Channelpedia

PubMed 7955140


Referenced in Channelpedia wiki pages of: none

Automatically associated channels: Kv1.4 , Kv1.5 , Kv2.1 , Slo1



Title: Glucocorticoid induction of Kv1.5 K+ channel gene expression in ventricle of rat heart.

Authors: K Takimoto, E S Levitan

Journal, date & volume: Circ. Res., 1994 Dec , 75, 1006-13

PubMed link: http://www.ncbi.nlm.nih.gov/pubmed/7955140


Abstract
Multiple voltage-gated K+ channels contribute to the repolarization phases of the cardiac action potential and are targets of several antiarrhythmic drugs. The Kv1.5 K+ channel gene is expressed in the heart, and heterologous expression of this gene generates a slowly inactivating K+ current. Previously, we found that glucocorticoids specifically upregulate pituitary Kv1.5 gene expression.

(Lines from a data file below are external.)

package main

import (
	"context"
	"slices"
	"strings"
	"testing"
	"time"

	"github.com/pulsefleet/pulsefleet/internal/cluster"
	pb "github.com/pulsefleet/pulsefleet/proto/pulsefleet/v1"
)

// auditHas reports whether gateway addr's audit log holds an entry of
// action for device whose detail contains want.
func auditHas(t *testing.T, addr, action, device, want string) bool {
	t.Helper()
	r, err := adminClient(t, addr).ListAudit(context.Background(), &pb.ListAuditRequest{ActionPrefix: action})
	if err != nil {
		t.Fatal(err)
	}
	for _, e := range r.GetEntries() {
		if e.GetDeviceId() == device && strings.Contains(e.GetDetail(), want) {
			return true
		}
	}
	return false
}

// `pulsefleet retire` refuses a streaming device; for a device adopted by a
// survivor after its gateway's kill -9 (its alarm state shared in etcd, an
// announced spo2_low going on there) it deletes the shared state and ends
// the episode on the survivor (audited with the gateway that took it); the
// killed gateway, back before the retirement and not asked, ends what its
// own store still held of the device (fleet sync) rather than showing it.
func TestFleetOnEtcdRetireDevice(t *testing.T) {
	if testing.Short() {
		t.Skip("process test")
	}
	f := newEtcdFleet(t, 2)
	ctx, cancel := context.WithCancel(context.Background())
	defer cancel()
	const id = "retire-0001"
	dctx, stopDevice := context.WithCancel(ctx)
	d, owner := openOwned(t, dctx, f.addrs[0], id, 10*time.Second)
	first := slices.Index(f.addrs, owner)
	other := 1 - first
	t0 := time.Now().Add(-60 * time.Second).Truncate(time.Second).UnixMilli()
	for i := int64(0); i < 40; i++ { // spo2_low announced after its 15 s delay
		d.send(uint64(i+1), t0+i*1000, 80)
	}
	for d.acked < 40 {
		d.recv()
	}
	all := strings.Join(f.addrs, ",")
	code, out, stderr := runCmd("retire", "--gateway", all, "--device", id)
	if code != 1 || !strings.Contains(stderr, "is streaming to") || !strings.Contains(stderr, f.addrs[first]) {
		t.Fatalf("retire of a streaming device: code %d, want 1 and the gateway it streams to named:\n%s%s", code, out, stderr)
	}
	etcd := f.etcd.Client(t)
	alarmKey := cluster.DefaultPrefix + "alarm/" + id
	stopDevice() // battery flat: offline, published to the fleet
	waitUntil(t, 10*time.Second, "the device's alarm state in etcd", func() bool {
		r, err := etcd.Get(ctx, alarmKey)
		return err == nil && len(r.Kvs) == 1 && strings.Contains(string(r.Kvs[0].Value), `"offline":true`)
	})
	f.kill(first)
	waitUntil(t, 30*time.Second, "the survivor adopts the silent device with spo2_low active", func() bool {
		gd, err := fleetClient(t, f.addrs[other]).GetDevice(ctx, &pb.GetDeviceRequest{DeviceId: id})
		return err == nil && slices.Contains(gd.GetDevice().GetActiveConditions(), "spo2_low")
	})

	// The killed gateway returns before the retirement: its own store still
	// holds the device's spo2_low, so both gateways show it.
	f.start(t, first)
	f.waitMembers(2, 30*time.Second)
	waitUntil(t, 30*time.Second, "the returned gateway shows the device's spo2_low from its store", func() bool {
		gd, err := fleetClient(t, f.addrs[first]).GetDevice(ctx, &pb.GetDeviceRequest{DeviceId: id})
		return err == nil && slices.Contains(gd.GetDevice().GetActiveConditions(), "spo2_low")
	})

	time.Sleep(2*cluster.DefaultTTL + 3*time.Second) // past its scan after joining: only its periodic look remains
	// Retired through the survivor only.
	code, out, stderr = runCmd("retire", "--gateway", f.addrs[other], "--device", id, "--reason", "returned to stores")
	if code != 0 || !strings.Contains(out, "retired") || !strings.Contains(out, "1 open episodes ended") {
		t.Fatalf("retire on the survivor: code %d, want 0 and one episode ended:\n%s%s", code, out, stderr)
	}
	if r, err := etcd.Get(ctx, alarmKey); err != nil || len(r.Kvs) != 0 {
		t.Errorf("shared alarm state still in etcd after retire: %v, %v", r, err)
	}
	gd, err := fleetClient(t, f.addrs[other]).GetDevice(ctx, &pb.GetDeviceRequest{DeviceId: id})
	if err != nil || len(gd.GetDevice().GetActiveConditions()) != 0 {
		t.Errorf("survivor after retire: %v, %v; want the device listed with no active condition", gd.GetDevice(), err)
	}
	waitUntil(t, 10*time.Second, "the ended spo2_low episode stored on the survivor", func() bool {
		r, err := fleetClient(t, f.addrs[other]).ListEpisodes(ctx, &pb.ListEpisodesRequest{DeviceId: id})
		if err != nil {
			return false
		}
		for _, e := range r.GetEpisodes() {
			if e.GetCondition() == "spo2_low" && e.GetEndedUnixMs() > 0 && !e.GetActive() {
				return true
			}
		}
		return false
	})
	waitUntil(t, 10*time.Second, "the retirement audited with the gateway that took it", func() bool {
		return auditHas(t, f.addrs[other], "device.retire", id, "taken by gateway "+f.addrs[other]) &&
			auditHas(t, f.addrs[other], "device.retire", id, "returned to stores")
	})

	// The other gateway, not asked, ends what its store held of the device
	// (fleet sync, within retiredEvery) instead of raising it again.
	waitUntil(t, 30*time.Second+20*time.Second, "the gateway not asked ends the retired device's episodes", func() bool {
		return auditHas(t, f.addrs[first], "device.retire", id, "fleet sync: device retired through gateway "+f.addrs[other])
	})
	gd, err = fleetClient(t, f.addrs[first]).GetDevice(ctx, &pb.GetDeviceRequest{DeviceId: id})
	if err != nil || len(gd.GetDevice().GetActiveConditions()) != 0 {
		t.Errorf("returned gateway: %v, %v; want the device with no active condition", gd.GetDevice(), err)
	}
	if r, err := etcd.Get(ctx, alarmKey); err != nil || len(r.Kvs) != 0 {
		t.Errorf("shared alarm state back in etcd: %v, %v", r, err)
	}
}

func waitUntil(t *testing.T, within time.Duration, what string, ok func() bool) {
	t.Helper()
	deadline := time.Now().Add(within)
	for !ok() {
		if time.Now().After(deadline) {
			t.Fatalf("not within %v: %s", within, what)
		}
		time.Sleep(100 * time.Millisecond)
	}
}
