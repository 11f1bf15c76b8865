package main

import (
	"bufio"
	"net"
	"regexp"
	"strconv"
	"strings"
	"syscall"
	"testing"
	"time"

	"github.com/pulsefleet/pulsefleet/internal/etcdtest"
	"github.com/pulsefleet/pulsefleet/internal/store"
)

// etcdFleet is n `pulsefleet serve` processes joined through one real etcd,
// each on a fixed loopback gRPC address (its --advertise) with its own store.
type etcdFleet struct {
	t     testing.TB
	etcd  *etcdtest.Server
	addrs []string
	dirs  []string
	kids  []*child
	extra []string // more serve flags for every gateway
}

func newEtcdFleet(t testing.TB, n int, extra ...string) *etcdFleet {
	f := &etcdFleet{t: t, etcd: etcdtest.Start(t), extra: extra}
	for i := 0; i < n; i++ {
		l, err := net.Listen("tcp", "127.0.0.1:0")
		if err != nil {
			t.Fatal(err)
		}
		f.addrs = append(f.addrs, l.Addr().String())
		l.Close()
		f.dirs = append(f.dirs, t.TempDir())
		f.kids = append(f.kids, nil)
	}
	for i := range f.addrs {
		f.start(t, i)
	}
	f.waitMembers(n, 30*time.Second)
	return f
}

// start runs gateway i (again, on the same address and store).
func (f *etcdFleet) start(t testing.TB, i int) {
	t.Helper()
	f.kids[i] = startServe(t, f.dirs[i], append([]string{"--grpc-listen", f.addrs[i], "--advertise", f.addrs[i], "--etcd", f.etcd.Endpoint(), "--log-level", "warn"}, f.extra...)...)
}

// kill ends gateway i with SIGKILL and waits for it.
func (f *etcdFleet) kill(i int) {
	f.t.Helper()
	if err := f.kids[i].cmd.Process.Signal(syscall.SIGKILL); err != nil {
		f.t.Fatal(err)
	}
	<-f.kids[i].exited
}

// stopAll ends every running gateway with SIGTERM (they flush and leave).
func (f *etcdFleet) stopAll() {
	f.t.Helper()
	for _, k := range f.kids {
		if k == nil || k.cmd.ProcessState != nil {
			continue
		}
		_ = k.cmd.Process.Signal(syscall.SIGTERM)
		select {
		case <-k.exited:
		case <-time.After(30 * time.Second):
			f.t.Errorf("a gateway did not stop within 30 s of SIGTERM; stderr:\n%s", k.stderr)
			k.cmd.Process.Kill()
			<-k.exited
		}
	}
}

var (
	connectedRe = regexp.MustCompile(`^pulsefleet_device_connected\{device="([^"]+)"\} 1$`)
	membersRe   = regexp.MustCompile(`^pulsefleet_cluster_members (\d+)$`)
)

// connected returns the devices gateway i has an open stream of (nil when
// it does not answer).
func (f *etcdFleet) connected(i int) map[string]bool {
	m := scrapeMetrics(f.kids[i].httpAddr)
	if m == "" {
		return nil
	}
	out := map[string]bool{}
	sc := bufio.NewScanner(strings.NewReader(m))
	for sc.Scan() {
		if g := connectedRe.FindStringSubmatch(sc.Text()); g != nil {
			out[g[1]] = true
		}
	}
	return out
}

func (f *etcdFleet) waitMembers(n int, within time.Duration) {
	f.t.Helper()
	deadline := time.Now().Add(within)
	for {
		ok := true
		for _, k := range f.kids {
			g := membersRe.FindStringSubmatch(findLine(scrapeMetrics(k.httpAddr), "pulsefleet_cluster_members "))
			ok = ok && g != nil && g[1] == strconv.Itoa(n)
		}
		if ok {
			return
		}
		if time.Now().After(deadline) {
			f.t.Fatalf("the gateways do not all see %d members within %v", n, within)
		}
		time.Sleep(100 * time.Millisecond)
	}
}

func findLine(text, prefix string) string {
	for _, l := range strings.Split(text, "\n") {
		if strings.HasPrefix(l, prefix) {
			return l
		}
	}
	return ""
}

// openStores opens every gateway's store (all stopped) for the checks.
func (f *etcdFleet) openStores() []*store.DB {
	f.t.Helper()
	var dbs []*store.DB
	for _, d := range f.dirs {
		db, err := store.Open(d, store.Options{})
		if err != nil {
			f.t.Fatal(err)
		}
		f.t.Cleanup(func() { db.Close() })
		dbs = append(dbs, db)
	}
	return dbs
}
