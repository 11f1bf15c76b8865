package main

import (
	"bytes"
	"context"
	"encoding/json"
	"os"
	"path/filepath"
	"strings"
	"testing"
	"time"

	"github.com/pulsefleet/pulsefleet/internal/store"
)

// exportFixture writes 2 devices x 60 s of 1 Hz trend (invented values) into
// a data directory and closes the store.
func exportFixture(t *testing.T) (dir string, t0 time.Time) {
	t.Helper()
	dir = t.TempDir()
	db, err := store.Open(dir, store.Options{})
	if err != nil {
		t.Fatal(err)
	}
	t0 = time.Date(2026, 11, 30, 22, 0, 0, 0, time.UTC)
	b := &store.Batch{Devices: []*store.Device{{ID: "ward1-bed1"}, {ID: "ward1-bed2"}}}
	for _, d := range b.Devices {
		for i := int64(0); i < 60; i++ {
			b.Points = append(b.Points, store.Point{Device: d.ID, TimeMS: t0.UnixMilli() + i*1000, SpO2: 96, Pulse: 64, PI: 2, SQI: 0.8, Ratio: 0.55, Source: 2})
		}
	}
	if err := db.Write(b); err != nil {
		t.Fatal(err)
	}
	if err := db.Close(); err != nil {
		t.Fatal(err)
	}
	return dir, t0
}

func exportRun(t *testing.T, args ...string) (int, string, string) {
	t.Helper()
	var out, errb bytes.Buffer
	code := run(context.Background(), append([]string{"export"}, args...), stdio{in: strings.NewReader(""), out: &out, err: &errb})
	return code, out.String(), errb.String()
}

func TestExportCommandCSVAndRanges(t *testing.T) {
	dir, t0 := exportFixture(t)
	code, out, errs := exportRun(t, "--data", dir, "--format", "csv")
	lines := strings.Split(strings.TrimSpace(afterCaution(t, "export CSV", out)), "\n")
	if code != 0 || len(lines) != 121 || lines[0] != "t_s,device,spo2_pct,pulse_bpm,pi_pct,sqi,ratio,flags,source,participant" {
		t.Fatalf("exit %d, %d lines, header %q, stderr %q", code, len(lines), lines[0], errs)
	}
	if errs != "" {
		t.Errorf("stderr is not a terminal, yet got %q", errs)
	}
	// The same 20 s range given as RFC 3339 and as Unix seconds
	// (1796076010 = 2026-11-30T22:00:10Z, checked with date -u -d @1796076010).
	from, to := t0.Add(10*time.Second), t0.Add(30*time.Second)
	_, a, _ := exportRun(t, "--data", dir, "--format", "csv", "--device", "ward1-bed2", "--from", from.Format(time.RFC3339), "--to", to.Format(time.RFC3339))
	_, b, _ := exportRun(t, "--data", dir, "--format", "csv", "--device=ward1-bed2", "--from", "1796076010", "--to", "1796076030.0")
	if a != b || strings.Count(afterCaution(t, "export CSV", a), "\n") != 21 || !strings.Contains(a, "\n1796076010,ward1-bed2,96,64,2,0.8,0.55,0,device,\n") {
		t.Errorf("ranges differ or are wrong:\nRFC 3339:\n%s\nUnix:\n%s", a, b)
	}
}

func TestExportCommandFHIRToFile(t *testing.T) {
	dir, _ := exportFixture(t)
	dst := filepath.Join(t.TempDir(), "bundle.json")
	code, out, errs := exportRun(t, "--data", dir, "--format", "fhir", "--device", "ward1-bed1", "--out", dst, "--no-pi")
	if code != 0 || out != "" {
		t.Fatalf("exit %d, stdout %q, stderr %q", code, out, errs)
	}
	raw, err := os.ReadFile(dst)
	if err != nil {
		t.Fatal(err)
	}
	var bundle struct {
		ResourceType, Type, Timestamp string
		Entry                         []json.RawMessage
	}
	if err := json.Unmarshal(raw, &bundle); err != nil {
		t.Fatalf("not JSON: %v", err)
	}
	// 1 Device + 60 x (SpO2, pulse rate); --no-pi drops perfusion index.
	if bundle.ResourceType != "Bundle" || bundle.Type != "collection" || len(bundle.Entry) != 121 || bundle.Timestamp == "" {
		t.Errorf("bundle %s/%s with %d entries, timestamp %q", bundle.ResourceType, bundle.Type, len(bundle.Entry), bundle.Timestamp)
	}
	if fi, _ := os.Stat(dst); fi.Mode().Perm() != 0o600 {
		t.Errorf("export file mode %v, want 0600", fi.Mode().Perm())
	}
}

// While a gateway holds the store (here: this test, read-write), export
// fails with a message that says what to do, and leaves no partial file.
func TestExportCommandLockedStore(t *testing.T) {
	dir, _ := exportFixture(t)
	db, err := store.Open(dir, store.Options{})
	if err != nil {
		t.Fatal(err)
	}
	defer db.Close()
	outDir := t.TempDir()
	code, _, errs := exportRun(t, "--data", dir, "--format", "csv", "--wait", "50ms", "--out", filepath.Join(outDir, "x.csv"))
	if code != 1 || !strings.Contains(errs, "export through it with 'pulsefleet export --gateway ADDR'") || !strings.Contains(errs, "locked") {
		t.Errorf("exit %d, stderr %q", code, errs)
	}
	if ents, _ := os.ReadDir(outDir); len(ents) != 0 {
		t.Errorf("left files behind: %v", ents)
	}
}

func TestExportCommandErrors(t *testing.T) {
	dir, _ := exportFixture(t)
	outDir := t.TempDir()
	for _, tc := range []struct {
		name string
		args []string
		code int
		want string
	}{
		{"no data", []string{"--format", "csv"}, 2, "--data, --gateway: give exactly one"},
		{"bad format", []string{"--data", dir, "--format", "xml"}, 2, `--format "xml", want csv or fhir`},
		{"bad time", []string{"--data", dir, "--format", "csv", "--from", "yesterday"}, 2, `--from "yesterday", want RFC 3339`},
		{"reversed range", []string{"--data", dir, "--format", "csv", "--from", "20", "--to", "10"}, 2, "--to 10 is not after --from 20"},
		{"no store", []string{"--data", filepath.Join(dir, "nope"), "--format", "csv"}, 1, "no such file"},
		{"unknown device", []string{"--data", dir, "--format", "fhir", "--device", "ward7-bed9", "--out", filepath.Join(outDir, "y.json")}, 1, `device "ward7-bed9" is not in the store`},
	} {
		t.Run(tc.name, func(t *testing.T) {
			code, _, errs := exportRun(t, tc.args...)
			if code != tc.code || !strings.Contains(errs, tc.want) {
				t.Errorf("exit %d, stderr %q; want exit %d and %q", code, errs, tc.code, tc.want)
			}
		})
	}
	if ents, _ := os.ReadDir(outDir); len(ents) != 0 {
		t.Errorf("a failed export left files behind: %v", ents)
	}
}

func TestExportHelpNamesBothSources(t *testing.T) {
	code, _, errs := exportRun(t, "--help")
	if code != 0 || !strings.Contains(errs, "--gateway ADDR[,ADDR...]") || !strings.Contains(errs, "byte for byte") || !strings.Contains(errs, "--format") {
		t.Errorf("exit %d, help %q", code, errs)
	}
}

To test whether these steroids might also induce Kv1.5 gene expression in the heart, cardiac channel mRNA and protein were measured by RNase protection assay and by immunoblotting with antibody specific for the extracellular domain of Kv1.5 polypeptide. Kv1.5 mRNA and immunoreactive protein appeared to be more abundant in rat ventricle than atrium. Reduction of endogenous glucocorticoids by adrenalectomy decreased ventricular Kv1.5 mRNA approximately 8-fold, which was estimated by using cyclophilin mRNA as an internal control. Kv1.5 immunoreactive protein also decreased approximately 6-fold. Injection of dexamethasone into adrenalectomized rats acted within a day to increase ventricular Kv1.5 mRNA and immunoreactive protein approximately 50-fold and approximately 20-fold, respectively. In contrast, atrial Kv1.5 mRNA expression was unaffected by either adrenalectomy or injection of the glucocorticoid agonist. Furthermore, dexamethasone-induced upregulation was specific for Kv1.5, since whole-heart Kv1.4 and Kv2.1 mRNA levels, as well as ventricular Kv2.1 mRNA expression, were unchanged. Thus, dexamethasone specifically upregulates Kv1.5 K+ channel gene expression in rat ventricle but not atrium. Glucocorticoids may affect excitability of ventricular myocytes and the efficacy of clinically useful drugs by changing the expression of the Kv1.5 K+ channel.